SINGAPORE — From January next year, the qualifying salary for Employment Pass applications will be raised from S$3,300 to S$3,600.

SINGAPORE — From January next year, the qualifying salary for Employment Pass applications will be raised from S$3,300 to S$3,600.

Announcing this on Tuesday (July 26), the Ministry of Manpower (MOM) said that it was part of a regular update of the qualifying salary, to keep pace with rising wages here, to maintain the quality of foreign workers and to “enhance their complementarity” to the resident workforce.

The last change was made in January 2014, when the salary threshold was raised from S$3,000 to S$3,300. As of December last year, there were 187,900 Employment Pass holders.

The ministry added that its “manpower policy framework is designed to meet the manpower needs of the economy, so that businesses can stay competitive and grow, and ultimately create more and better jobs in Singapore”. When the update comes into effect, new Employment Pass applicants will be considered if they earn a minimum monthly salary of S$3,600 and meet other criteria on qualifications and experience.

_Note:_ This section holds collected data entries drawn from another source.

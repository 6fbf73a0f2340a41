// The binned full-resolution points (src/lib/mesh/tiles.ts) against a brute-force search (derived here): every
// point within the ball, and only those, read back through the byte ranges the index names.
import { describe, expect, test } from 'vitest';
import { encodeTiles, pointsWithin, rangesWithin, readTilesHeader, readTilesIndex, TILES_HEADER_BYTES } from '../../../src/lib/mesh/tiles';

/** A seeded generator (Park–Miller minimal standard, 1988) so the cloud is the same every run. */
function lcg(seed: number) {
	let s = seed;
	return () => (s = (s * 48271) % 2147483647) / 2147483647;
}

function cloud(n: number, seed: number, extent: number[]) {
	const rand = lcg(seed);
	const out = new Float32Array(3 * n);
	for (let i = 0; i < 3 * n; i++) out[i] = (rand() - 0.3) * extent[i % 3];
	return out;
}

/** The points of the ball by brute force, as sorted 'x,y,z' strings. */
function brute(points: Float32Array, at: number[], r: number) {
	const out: string[] = [];
	for (let i = 0; i < points.length; i += 3) {
		const d = [points[i] - at[0], points[i + 1] - at[1], points[i + 2] - at[2]];
		if (d[0] * d[0] + d[1] * d[1] + d[2] * d[2] <= r * r) out.push(`${points[i]},${points[i + 1]},${points[i + 2]}`);
	}
	return out.sort();
}

/** The ball read back as the patch endpoint does: header, index, then only the named byte ranges. */
function readBack(bytes: Uint8Array, at: number[], r: number, mergeGap?: number) {
	const header = readTilesHeader(bytes.subarray(0, TILES_HEADER_BYTES));
	const index = readTilesIndex(header, bytes.subarray(TILES_HEADER_BYTES, TILES_HEADER_BYTES + 8 * header.cells));
	const found: number[] = [];
	const ranges = rangesWithin(index, at, r, mergeGap);
	for (const [a, b] of ranges) pointsWithin(bytes.subarray(a, b), at, r, found);
	const out: string[] = [];
	for (let i = 0; i < found.length; i += 3) out.push(`${found[i]},${found[i + 1]},${found[i + 2]}`);
	return { points: out.sort(), ranges, header };
}

describe('binned points', () => {
	const points = cloud(20_000, 7, [1800, 900, 600]);
	const bytes = encodeTiles(points);

	test('the header names the grid and every point is stored once', () => {
		const h = readTilesHeader(bytes);
		expect(h.points).toBe(20_000);
		expect(bytes.length).toBe(TILES_HEADER_BYTES + 8 * h.cells + 12 * 20_000);
		// the longest side (x, 1800) in 96 cells
		expect(h.dims[0]).toBeLessThanOrEqual(96);
		expect(h.cell * 96).toBeCloseTo(Math.max(...[0, 1, 2].map((k) => spread(points, k))), 0);
		const everything = readBack(bytes, [500, 200, 100], 1e4);
		expect(everything.points).toEqual(brute(points, [500, 200, 100], 1e4));
	});

	test.each([
		[[100, 100, 50], 15],
		[[-200, 0, 0], 80],
		[[1200, 600, 400], 40],
		[[-540, -270, -180], 30], // the grid's corner
		[[5000, 0, 0], 20] // outside: nothing
	])('a ball at %j of radius %d reads back exactly the brute-force set', (at, r) => {
		const got = readBack(bytes, at, r);
		expect(got.points).toEqual(brute(points, at, r));
		// and without merging neighbouring reads (each run of cells its own range)
		expect(readBack(bytes, at, r, 0).points).toEqual(got.points);
	});

	test('a small ball touches a small part of the object', () => {
		const got = readBack(bytes, [100, 100, 50], 15, 0);
		const read = got.ranges.reduce((sum, [a, b]) => sum + b - a, 0);
		expect(read).toBeLessThan(bytes.length / 50);
	});

	test('bytes that are not binned points are refused', () => {
		expect(() => readTilesHeader(new Uint8Array(64))).toThrow(/LWPT/);
		expect(() => readTilesHeader(new Uint8Array(10))).toThrow(/shorter/);
	});

	test('no points: an empty grid', () => {
		const empty = encodeTiles(new Float32Array(0));
		expect(readTilesHeader(empty)).toMatchObject({ points: 0, cells: 0 });
		expect(readBack(empty, [0, 0, 0], 5).points).toEqual([]);
	});
});

function spread(points: Float32Array, k: number) {
	let lo = Infinity, hi = -Infinity;
	for (let i = k; i < points.length; i += 3) {
		lo = Math.min(lo, points[i]);
		hi = Math.max(hi, points[i]);
	}
	return hi - lo;
}
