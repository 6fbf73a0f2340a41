import { json } from '@sveltejs/kit';
import { fixSearchInput } from '$lib/schemas/analysis';
import { cornerGeometrySchema } from '$lib/schemas/geometry';
import { runFixSearch } from '$lib/server/analysis/run';
import { endpoint, invalid, parseBody, parseWith } from '$lib/server/api';
import { db } from '$lib/server/db';
import { revisionOfCorner } from '$lib/server/db/queries/corners';
import { saveStudyResults } from '$lib/server/db/queries/studies';
import { can, requireRevision } from '$lib/server/permissions';
import type { RequestEvent } from './$types';

// Fix search on a revision: read-only for any member; storing the result in a study needs edit rights.
export const POST = endpoint<RequestEvent>(async (event) => {
	const { revision, corner, role } = await requireRevision(event, event.params.revisionId, 'view');
	const input = await parseBody(event, fixSearchInput);
	if (input.study && !can(role, 'edit')) await requireRevision(event, revision.id, 'edit');
	const geometry = parseWith(cornerGeometrySchema, revision.geometry);
	let target = null;
	if (input.target.kind === 'revision') {
		const row = await revisionOfCorner(db, corner.id, input.target.revisionId);
		if (!row) invalid('target.revisionId', 'not a revision of this corner');
		target = parseWith(cornerGeometrySchema, row.geometry);
	}
	const result = runFixSearch(geometry, input, target, corner.position.startsWith('front') ? 'front' : 'rear');
	let studyId: string | null = null;
	if (input.study) {
		const { study, ...settings } = input;
		const row = await saveStudyResults(db, corner.id, event.locals.user!.id, study, { sweep: 'heave', ...settings.travel, rack: 0, overlays: [], fix: { revisionId: revision.id, ...settings } }, { fix: { revisionId: revision.id, at: new Date().toISOString(), ...result } });
		studyId = row.id;
	}
	return json({ revisionId: revision.id, studyId, ...result });
});
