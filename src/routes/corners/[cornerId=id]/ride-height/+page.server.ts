import { loadAnalysisPage } from '$lib/server/analysis/page';
import type { PageServerLoad } from './$types';

// Ride height as a new design position: which revision (?revision=, default the newest).
export const load: PageServerLoad = (event) => loadAnalysisPage(event);
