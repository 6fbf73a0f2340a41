// Feature fits against surfaces constructed here with known values and seeded noise (tests/unit/scans).
// Sphere: Coope (1993), "Circle fitting by linear and nonlinear least squares", J. Optim. Theory Appl. 76(2):
// linear least squares on 2c·x + (r² − |c|²) = |x|², then Gauss–Newton on the geometric distances.
// The 0.02 mm centre tolerance at 0.05 mm noise is issue 17's requirement.
import { describe, expect, it } from 'vitest';
import { fitCylinder, fitPlaneCircle, fitSphere, patchAround, FitError } from '../../../src/lib/fits';
import { Random } from '../../../src/lib/server/studies/random';

const rng = new Random(17);

/** Points on a sphere cap (polar angle up to capDeg) with Gaussian noise of sd along the normal. */
function spherePoints(c: number[], r: number, sd: number, n: number, capDeg = 120) {
	const out: number[] = [];
	const cosMax = Math.cos((capDeg * Math.PI) / 180);
	while (out.length < 3 * n) {
		const z = cosMax + (1 - cosMax) * rng.uniform();
		const phi = 2 * Math.PI * rng.uniform();
		const s = Math.sqrt(1 - z * z);
		const rr = r + sd * rng.normal();
		// the cap opens towards −y (a ball joint seen from one side)
		out.push(c[0] + rr * s * Math.cos(phi), c[1] - rr * z, c[2] + rr * s * Math.sin(phi));
	}
	return Float64Array.from(out);
}

describe('sphere fit (Coope 1993, then Gauss–Newton)', () => {
	const centre = [1234.5, -612.25, 287.75];
	const radius = 11.1125; // a 7/8 in ball
	it('recovers a tessellated ball joint with 0.05 mm noise: centre within 0.02 mm, radius within 0.02 mm', () => {
		const pts = spherePoints(centre, radius, 0.05, 4000);
		const fit = fitSphere(pts);
		expect(fit.method).toBe('coope-linear+gauss-newton');
		expect(Math.hypot(fit.centre[0] - centre[0], fit.centre[1] - centre[1], fit.centre[2] - centre[2])).toBeLessThan(0.02);
		expect(Math.abs(fit.radius - radius)).toBeLessThan(0.02);
		// the residual RMS estimates the noise it was made with
		expect(fit.rms).toBeGreaterThan(0.04);
		expect(fit.rms).toBeLessThan(0.06);
		expect(fit.used).toBe(4000);
	});
	it('the linear step alone is exact on noise-free points', () => {
		const pts = spherePoints(centre, radius, 0, 50, 60);
		const fit = fitSphere(pts, { refine: false });
		expect(fit.method).toBe('coope-linear');
		expect(Math.hypot(fit.centre[0] - centre[0], fit.centre[1] - centre[1], fit.centre[2] - centre[2])).toBeLessThan(1e-6);
	});
	it('refuses points on a plane, and fewer than four', () => {
		expect(() => fitSphere([0, 0, 0, 1, 0, 0, 0, 1, 0, 1, 1, 0, 2, 3, 0])).toThrow(FitError);
		expect(() => fitSphere([0, 0, 0, 1, 0, 0, 0, 1, 0])).toThrow(/at least 4 points/);
	});
});

describe('cylinder fit (bush)', () => {
	it('recovers a bush bore of radius 8 mm, 40 mm long, on a tilted axis, with 0.02 mm noise', () => {
		const axis = [0.8, 0.36, 0.48]; // |axis| = 1
		const u = [0.6, -0.48, -0.64]; // ⊥ axis, unit
		const v = [axis[1] * u[2] - axis[2] * u[1], axis[2] * u[0] - axis[0] * u[2], axis[0] * u[1] - axis[1] * u[0]];
		const mid = [400, 350, 180];
		const pts: number[] = [];
		for (let i = 0; i < 3000; i++) {
			const t = -20 + 40 * rng.uniform();
			const phi = 2 * Math.PI * rng.uniform();
			const r = 8 + 0.02 * rng.normal();
			for (let k = 0; k < 3; k++) pts.push(mid[k] + t * axis[k] + r * (Math.cos(phi) * u[k] + Math.sin(phi) * v[k]));
		}
		const fit = fitCylinder(pts);
		expect(Math.abs(fit.radius - 8)).toBeLessThan(0.01);
		expect(Math.abs(Math.abs(fit.axis[0] * axis[0] + fit.axis[1] * axis[1] + fit.axis[2] * axis[2]) - 1)).toBeLessThan(1e-5);
		// the pivot midway along the patch: within 0.1 mm (the patch's ends are random samples)
		expect(Math.hypot(fit.centre[0] - mid[0], fit.centre[1] - mid[1], fit.centre[2] - mid[2])).toBeLessThan(0.1);
		expect(fit.length).toBeGreaterThan(39.5);
		expect(fit.rms).toBeLessThan(0.03);
	});
});

describe('plane with circle (hub face)', () => {
	it('recovers the wheel centre and spin axis of a flat disc of radius 70 mm', () => {
		// disc in the plane x = 760 mm (a hub face looking along y would be y = const; here tilted by 2° camber)
		const c = [0, 760, 300];
		const cam = (2 * Math.PI) / 180;
		const n = [0, Math.cos(cam), Math.sin(cam)];
		const e1 = [1, 0, 0];
		const e2 = [0, -Math.sin(cam), Math.cos(cam)];
		const pts: number[] = [];
		for (let i = 0; i < 5000; i++) {
			const rr = 70 * Math.sqrt(rng.uniform());
			const phi = 2 * Math.PI * rng.uniform();
			const h = 0.01 * rng.normal();
			for (let k = 0; k < 3; k++) pts.push(c[k] + rr * Math.cos(phi) * e1[k] + rr * Math.sin(phi) * e2[k] + h * n[k]);
		}
		const fit = fitPlaneCircle(pts);
		expect(Math.abs(Math.abs(fit.normal[0] * n[0] + fit.normal[1] * n[1] + fit.normal[2] * n[2]) - 1)).toBeLessThan(1e-6);
		expect(Math.hypot(fit.centre[0] - c[0], fit.centre[1] - c[1], fit.centre[2] - c[2])).toBeLessThan(0.5);
		expect(Math.abs(fit.radius - 70)).toBeLessThan(0.5);
		expect(fit.planeRms).toBeLessThan(0.02);
	});
});

describe('patch around a pick', () => {
	it('keeps the points within the radius only', () => {
		const patch = patchAround([0, 0, 0, 1, 0, 0, 3, 0, 0, 0, 2.5, 0], [0, 0, 0], 2.5);
		expect(Array.from(patch)).toEqual([0, 0, 0, 1, 0, 0, 0, 2.5, 0]);
	});
});
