// Mesh parsers against files written here by the formats' published descriptions:
// STL: 3D Systems, "StereoLithography Interface Specification" (binary: 80-byte header, uint32 count, 50 bytes
// per triangle; ASCII: solid / facet normal / outer loop / vertex / endloop / endfacet / endsolid).
// PLY: G. Turk, "The PLY Polygon File Format" (header, element/property lines, ascii and binary bodies).
// OBJ: Wavefront Advanced Visualizer manual, appendix B1 "Object Files" (v, f, v/vt/vn, negative indices).
import { describe, expect, it } from 'vitest';
import { MeshParseError, parseMesh } from '../../../src/lib/mesh/parse';
import { decodePreview, guessUnit } from '../../../src/lib/mesh/preview';
import { simplifyForPreview } from '../../../src/lib/mesh/simplify';
import { asciiStl, binaryStl, boxTriangles, obj, ply, sphereTriangles } from '../../scan-files';

const box = boxTriangles([10, 20, 30], [110, 70, 90]);

function expectBox(m: ReturnType<typeof parseMesh>) {
	expect(m.triangleCount).toBe(12);
	expect(m.vertexCount).toBe(8);
	const xs = Array.from(m.positions).filter((_, i) => i % 3 === 0);
	expect(Math.min(...xs)).toBe(10);
	expect(Math.max(...xs)).toBe(110);
}

describe('STL', () => {
	it('reads a binary STL whose 80-byte header begins with "solid" as binary (size = 84 + 50 × count)', () => {
		const bytes = binaryStl(box, 'solid part but binary');
		const m = parseMesh('stl', bytes);
		expect(m.encoding).toBe('binary STL');
		expectBox(m);
	});
	it('reads it the same when fed in 7-byte chunks (streaming across records)', () => {
		const m = parseMesh('stl', binaryStl(box), 7);
		expectBox(m);
	});
	it('reads an ASCII STL, also in small chunks', () => {
		const m = parseMesh('stl', asciiStl(box), 5);
		expect(m.encoding).toBe('ASCII STL');
		expectBox(m);
	});
	it('refuses a truncated binary STL, naming the counts', () => {
		const bytes = binaryStl(box, 'binary part').subarray(0, 84 + 50 * 5 + 10);
		expect(() => parseMesh('stl', bytes)).toThrow(/header counts 12 triangles/);
	});
	it('refuses zero triangles', () => {
		expect(() => parseMesh('stl', binaryStl([], 'empty part'))).toThrow(/no triangles/);
		expect(() => parseMesh('stl', new TextEncoder().encode('solid x\nendsolid x\n'))).toThrow(/no triangles/);
	});
	it('refuses NaN vertices, naming the triangle', () => {
		const t = boxTriangles([0, 0, 0], [1, 1, 1]);
		t[3][1] = [NaN, 0, 0];
		expect(() => parseMesh('stl', binaryStl(t, 'nan part'))).toThrow(/triangle 4: a coordinate is not a finite number/);
		expect(() => parseMesh('stl', asciiStl(t))).toThrow(/line \d+: a coordinate is not a finite number/);
	});
	it('refuses what is not an STL', () => {
		expect(() => parseMesh('stl', new TextEncoder().encode('name,x,y,z\nupper.front,1,2,3\n'))).toThrow(MeshParseError);
		expect(() => parseMesh('stl', new Uint8Array(0))).toThrow(/empty/);
	});
});

describe('PLY', () => {
	for (const format of ['ascii', 'binary_little_endian', 'binary_big_endian'] as const) {
		it(`reads ${format} with an extra vertex property, in 3-byte chunks`, () => {
			const m = parseMesh('ply', ply(box, format), 3);
			expectBox(m);
		});
	}
	it('refuses a point cloud (no faces) and a truncated body', () => {
		const cloud = new TextEncoder().encode('ply\nformat ascii 1.0\nelement vertex 1\nproperty float x\nproperty float y\nproperty float z\nend_header\n1 2 3\n');
		expect(() => parseMesh('ply', cloud)).toThrow(/point cloud is not a mesh/);
		const whole = ply(box, 'binary_little_endian');
		expect(() => parseMesh('ply', whole.subarray(0, whole.length - 20))).toThrow(/truncated PLY: \d+ of 12 "face"/);
	});
	it('refuses a face index outside the vertices', () => {
		const bad = new TextEncoder().encode(
			'ply\nformat ascii 1.0\nelement vertex 3\nproperty float x\nproperty float y\nproperty float z\nelement face 1\nproperty list uchar int vertex_indices\nend_header\n0 0 0\n1 0 0\n0 1 0\n3 0 1 5\n'
		);
		expect(() => parseMesh('ply', bad)).toThrow(/vertex index 5 is outside 0…2/);
	});
});

describe('OBJ', () => {
	it('reads v and f lines with v/vt references', () => expectBox(parseMesh('obj', obj(box))));
	it('reads negative (relative) indices', () => expectBox(parseMesh('obj', obj(box, true), 11)));
	it('splits a quad into two triangles', () => {
		const m = parseMesh('obj', new TextEncoder().encode('v 0 0 0\nv 1 0 0\nv 1 1 0\nv 0 1 0\nf 1 2 3 4\n'));
		expect(m.triangleCount).toBe(2);
		expect(Array.from(m.indices)).toEqual([0, 1, 2, 0, 2, 3]);
	});
	it('refuses a face referring to a vertex not yet defined, and a non-OBJ file', () => {
		expect(() => parseMesh('obj', new TextEncoder().encode('v 0 0 0\nf 1 2 3\n'))).toThrow(/vertex 2 is not defined/);
		expect(() => parseMesh('obj', new TextEncoder().encode('%PDF-1.4\n'))).toThrow(/not an OBJ statement/);
	});
});

describe('preview and unit guess', () => {
	it('simplifies a fine sphere under the target and keeps the original vertices', async () => {
		const tris = sphereTriangles([0, 0, 0], 50, 120, 160);
		const m = parseMesh('stl', binaryStl(tris));
		const { stats, preview } = await simplifyForPreview(m, 2000);
		expect(stats.triangles).toBe(tris.length);
		expect(stats.previewTriangles).toBeLessThanOrEqual(2100);
		const back = decodePreview(preview.buffer.slice(preview.byteOffset, preview.byteOffset + preview.byteLength) as ArrayBuffer);
		expect(back.indices.length / 3).toBe(stats.previewTriangles);
		// every preview vertex lies on the sphere (the simplifier keeps original positions); float32 rounding only
		for (let i = 0; i < back.positions.length; i += 3)
			expect(Math.abs(Math.hypot(back.positions[i], back.positions[i + 1], back.positions[i + 2]) - 50)).toBeLessThan(1e-4);
	});
	it('guesses m, inches and mm from the largest extent (common practice, no source)', () => {
		expect(guessUnit({ min: [0, 0, 0], max: [0.6, 0.4, 0.5] })).toBe('m');
		expect(guessUnit({ min: [0, 0, 0], max: [24, 16, 20] })).toBe('in');
		expect(guessUnit({ min: [0, 0, 0], max: [600, 400, 500] })).toBe('mm');
	});
});
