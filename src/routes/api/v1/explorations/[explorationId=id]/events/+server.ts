import { explorationView } from '$lib/server/analysis/explore';
import { onProgress } from '$lib/server/analysis/explore-events';
import { endpoint } from '$lib/server/api';
import { requireExploration } from '$lib/server/permissions';
import type { RequestEvent } from './$types';

// Progress as server-sent events: the exploration now, then again after each stored chunk (LISTEN/NOTIFY), ending
// when it is no longer running. A comment every 15 s keeps proxies from closing a quiet stream.
export const GET = endpoint<RequestEvent>(async (event) => {
	const { exploration } = await requireExploration(event, event.params.explorationId, 'view');
	const id = exploration.id;
	const encoder = new TextEncoder();
	let stop = () => {};
	let closed = false;
	let keepAlive: ReturnType<typeof setInterval> | undefined;
	const stream = new ReadableStream<Uint8Array>({
		async start(controller) {
			let sending = false;
			let again = false;
			const close = () => {
				if (closed) return;
				closed = true;
				stop();
				clearInterval(keepAlive);
				controller.close();
			};
			const send = async () => {
				if (sending) return void (again = true);
				sending = true;
				try {
					do {
						again = false;
						const { exploration: row } = await requireExploration(event, id, 'view');
						const view = await explorationView(row);
						if (closed) return;
						controller.enqueue(encoder.encode(`event: progress\ndata: ${JSON.stringify(view)}\n\n`));
						if (view.status !== 'queued') return close();
					} while (again);
				} catch {
					close();
				} finally {
					sending = false;
				}
			};
			keepAlive = setInterval(() => !closed && controller.enqueue(encoder.encode(': keep-alive\n\n')), 15_000);
			stop = await onProgress(id, () => void send());
			await send();
		},
		cancel() {
			closed = true;
			clearInterval(keepAlive);
			stop();
		}
	});
	return new Response(stream, { headers: { 'content-type': 'text/event-stream', 'cache-control': 'no-store', 'x-accel-buffering': 'no' } });
});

“Those with more years of experience are also required to command higher salaries commensurate with their work experience and skill sets, as per current practice,” the ministry said.

Businesses will be given time to make adjustments. For example, based on the existing criteria, employees whose passes expire before next January will be able to renew them for up to three years. Those whose passes are due to expire between Jan 1 next year and June 30 next year will be able to renew them for a year.

Calling the update a “positive move”, Mr Patrick Tay, assistant secretary-general of the National Trades Union Congress, said in a Facebook post that it keeps up with the rising median wages of professionals, managers and executives (PMEs), and ensures that the quality of the foreign workforce is maintained.

However, he added that it is important for MOM to be watchful of companies and employers “who, through ‘creative means’, artificially blow up the wages of these foreign PMEs to meet this new criteria”. “(The) bottom line is that local PMEs should be better off and not worse off,” he said.